Largest aquifer fed freshwater spring in the Mojave Desert

Bonanza Spring is the largest fresh water spring system in the Mojave Desert. The spring is within the boundaries of the Bonanza Springs Wildlife Area managed by the Bureau of Land Management. It is located in San Bernardino County approximately 50 miles due west from Needles, California, and a couple miles north of Route 66 near Essex, California. It is not to be confused with Bonanza Springs in Lake County, California.

==Description==
Bonanza Spring is the largest spring in the Mojave Desert, it is located in the foothills of the Clipper Mountains. The spring is surrounded by vegetation including mesquite, cottonwood trees, and cattails. The shallow water of the pool supports catfish and bluegills.

A now abandoned Santa Fe Railroad stop called Danby (now a ghost town) refilled its water tanks from a pipeline from the spring for its steam engines.

The spring waters stretch for a half mile and provide habitat for frogs and toads. The Bonanza Spring wetlands are the largest within a 1000 sqmi area. The spring discharges approximately 10 USgal per minute and is rated as a fifth- or sixth-magnitude spring.

==Environmental issues==
Pumping by the development company Cadiz Water Project Inc. could potentially dry up the springs as the operation extracts approximately 16.3 billion gallons (50,000 acre feet) annually for 50 years. The company maintains that the water pumping will not have an effect on the springs, however environmental groups differ with their findings. Independent peer review of the environmental studies that have suggested a connection of Bonanza Spring with Cadiz pumping, however, have noted potentially serious flaws and inconsistencies in those studies.
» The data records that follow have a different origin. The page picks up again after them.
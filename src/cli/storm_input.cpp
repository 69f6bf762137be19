#include <algorithm>
#include <initializer_list>
#include <string_view>
#include <utility>
#include <vector>

#include "cli/storm_sources.hpp"
#include "rainledger/scenario/storm_making.hpp"

namespace rainledger {
namespace {

/// The cells of a header row in small letters, without blanks, quotes or units.
std::vector<std::string> header_names(std::string_view line) {
    std::vector<std::string> names(1);
    bool in_unit = false;
    for (const char c : line) {
        in_unit = c == '[' || (in_unit && c != ']');
        if (c == ',' || c == ';' || c == '\t')
            names.emplace_back();
        else if (!in_unit && std::string_view(" \r\"]").find(c) == std::string_view::npos)
            names.back() += lower(c);
    }
    return names;
}

}  // namespace

bool looks_like_tips(const std::string& text) {
    const std::vector<std::string> names = header_names(first_line(text));
    const auto holds = [&](std::initializer_list<std::string_view> wanted) {
        return std::ranges::any_of(wanted, [&](std::string_view name) {
            return std::ranges::find(names, name) != names.end();
        });
    };
    if (holds({"depth", "intensity", "cumulative"})) return false;
    return (names.size() == 1 && holds({"time"})) || holds({"tips", "count"});
}

std::optional<StormInput> read_storm_input(const StormOptions& options, Diagnostics& diagnostics) {
    auto text = read_file(options.input, diagnostics);
    if (!text) return std::nullopt;
    if (has_yaml_ending(options.input))
        return StormInput{InputKind::scenario, *std::move(text), "by its ending"};
    if (options.tip_mm) return StormInput{InputKind::rain, *std::move(text), {}};
    if (looks_like_statistics(*text))
        return StormInput{InputKind::statistics, *std::move(text), "its rows are durations"};
    if (begins_as_yaml(*text))
        return StormInput{InputKind::scenario, *std::move(text), "it begins with a key"};
    return StormInput{InputKind::rain, *std::move(text), {}};
}

std::string take_steps(const StormOptions& options, Storm& storm) {
    constexpr double kMostSteps = 1.0e7;  // a slip in --every, not a wish
    if (!options.every_h) return {};
    if (own_duration_h(storm.rain) > kMostSteps * *options.every_h)
        return "--every: that step would cut a storm into more than 10 million";
    const std::optional<ResampledFrom> before = storm.resampled;
    resample_storm(storm, *options.every_h);
    // Peaks are told before the allowance, and the first of two changes of step counts.
    if (storm.multiply_by > 0.0) {
        storm.resampled->peak_before_mm_per_h /= storm.multiply_by;
        storm.resampled->peak_after_mm_per_h /= storm.multiply_by;
    }
    if (before) storm.resampled->peak_before_mm_per_h = before->peak_before_mm_per_h;
    storm.continued_h = 0.0;
    return {};
}

}  // namespace rainledger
Indigenous peoples living in the area along with leadership from the Native American Land Conservancy have reported that nearby springs in the area near Old Woman Mountains have dried up since the Cadiz company began agricultural pumping. The Victor Valley Daily News has reported that "the lives and cultures of desert peoples — the Chemehuevi, the Mojave, the Cahuilla, the Serrano, and many others — became inextricably intertwined with the survival of desert springs. Desert tribes have spoken up strongly in opposition to Cadiz, as has the Native American Land Conservancy, due to the threat Cadiz poses to our living cultures." In 2020, the Three Valleys Municipal Water District voted to proceed with an in-depth study of the possible environmental impacts of the Cadiz Water Project on the springs.